At Galois, we are interested in expanding the capabilities of privacy-preserving technologies, as we believe such technology will play a vital role in our future privacy-sensitive world. One such technology that we’ve been exploring is Homomorphic Encryption (HE), a cryptographic mechanism that allows someone to perform computation on encrypted data. In a previous project, we’ve explored HE from a usability angle, and we are currently working on a project exploring HE from a hardware-performance angle. As part of these, we’ve played with several HE libraries to understand their capabilities and limitations. A common thread across these libraries is that, while they are extremely powerful, writing performant HE programs is a highly non-trivial task. That is, implementing an HE program is sadly not as simple as taking your python program and “running it in HE.” In particular, there are many things HE programs cannot do for security reasons—for example, looping over a private value—and there are many things HE programs should not do for performance reasons. Here we’ll focus on the performance piece.

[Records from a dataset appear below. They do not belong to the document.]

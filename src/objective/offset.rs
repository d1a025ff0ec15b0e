//! The offset goal: points per 100 mV of the nominal output DC error the circuit counts
//! (`Figures::offset`; for the single-supply stages the bias point off its target plus the
//! bias and offset currents through the input resistances, `circuit::common::offset_error`).

use super::term::{Figures, Scope, Term};
use crate::interval::Iv;
use crate::spec::Spec;
use crate::vocab::Goal;

/// `offset`: points per 100 mV of nominal output DC error.
pub struct Offset;

/// The points of an output DC error of `volts`.
pub fn points(spec: &Spec, volts: f64) -> f64 {
    spec.goals.weight(Goal::Offset) * volts / 0.1
}

impl Term for Offset {
    fn goal(&self) -> Goal {
        Goal::Offset
    }
    fn scope(&self) -> Scope {
        Scope::Circuit
    }
    fn circuit_points(&self, spec: &Spec, f: &Figures<f64>) -> f64 {
        points(spec, f.offset)
    }
    fn circuit_bound(&self, spec: &Spec, f: &Figures<Iv>) -> f64 {
        points(spec, f.offset.lo.max(0.0))
    }
}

To understand why one needs to be careful writing HE programs—and how certain choices may have significant impacts on HE performance—we need to briefly describe how existing HE approaches work. All existing HE approaches take some plaintext value and add “noise” to produce a resulting ciphertext. This “noise” is added in such a way that it can only be removed given the secret key (a.k.a. decryption) even after ciphertexts are manipulated (i.e., added or multiplied together). To recap, encryption involves adding noise, computation can be done on these noisy (a.k.a. encrypted) values, and decryption involves removing this noise to return the manipulated plaintext value.
While the above presents a high-level abstraction of how HE works, it’s sadly not as simple in practice. Every operation conducted on ciphertexts increases the noise, and some operations (like multiplication) produce a lot more noise than other operations (like addition). Also, and most importantly, there is a “noise cap,” at which point decryption no longer becomes possible—the ciphertext is just too noisy. This noise cap is constrained by complex parameters related to security and performance, and performance degrades rapidly as one increases the noise cap. So keeping this noise cap as small as possible is essential; however, it can’t be so small that the computation overflows the cap.
This is where noise estimation comes into play. Ideally, we could take a computation, determine how much noise it would produce in HE, and set the noise cap accordingly. Sadly, it is not that simple. This is because it is really hard to figure out exactly how much noise an operation adds. Fortunately, researchers have derived worst case bounds on the noise of various operations. So one approach would be to bound the noise of each operation and from there compute the overall noise of the program. However, this incurs a potentially significant overestimate: the worst case noise of the overall program may be much lower than the sum of the worst case noise of each operation.
This leads us to an observation: What if, instead of tracking the worst case noise bounds at an operation level, we track the worst case noise bound at a program level?
A strawman approach would be to run the program in HE and simply observe how the noise grows. Leaving aside the inefficiency of the approach, we can’t even run the program in HE because we haven’t yet decided on its parameters. That’s why we are doing noise estimation in the first place!
What we do instead is to symbolically evaluate the program, keeping track of how the noise grows. The evaluation computes the final noise as a polynomial whose variables are the original noise, plaintext, and encoding parameters. Finally, we can use the Monte Carlo method to sample the noise and the plaintext. That is, we repeatedly sample those variables to approximate the worst-case final noise in terms of the initial parameters. From there, it is easy to find the correct parameters not to overflow the “noise cap.”
An advantage of this approach is that it makes it easy to take advantage of public knowledge about the plaintext. For example, if an input is known to be a boolean (e.g., by type inference), we only need to sample that plaintext from 0 or 1. Using such plaintext bounds, we can significantly reduce the worst-case noise bound. To the best of our knowledge, this technique has not been used before.
Our work is only a proof-of-concept, and there is a lot more work to be done to make HE-MAN usable more broadly. We’ve thus far targeted Microsoft Research’s SEAL HE library, and supporting several of the other libraries—such as IBM’s HELib or Duality’s PALISADE library—would bring these capabilities to a larger audience. We’ve also focused on feasibility and not performance: because we are symbolically evaluating the HE program, things get out-of-hand quickly as the program grows. Fortunately, there are several known approaches to improving this which we’d like to integrate.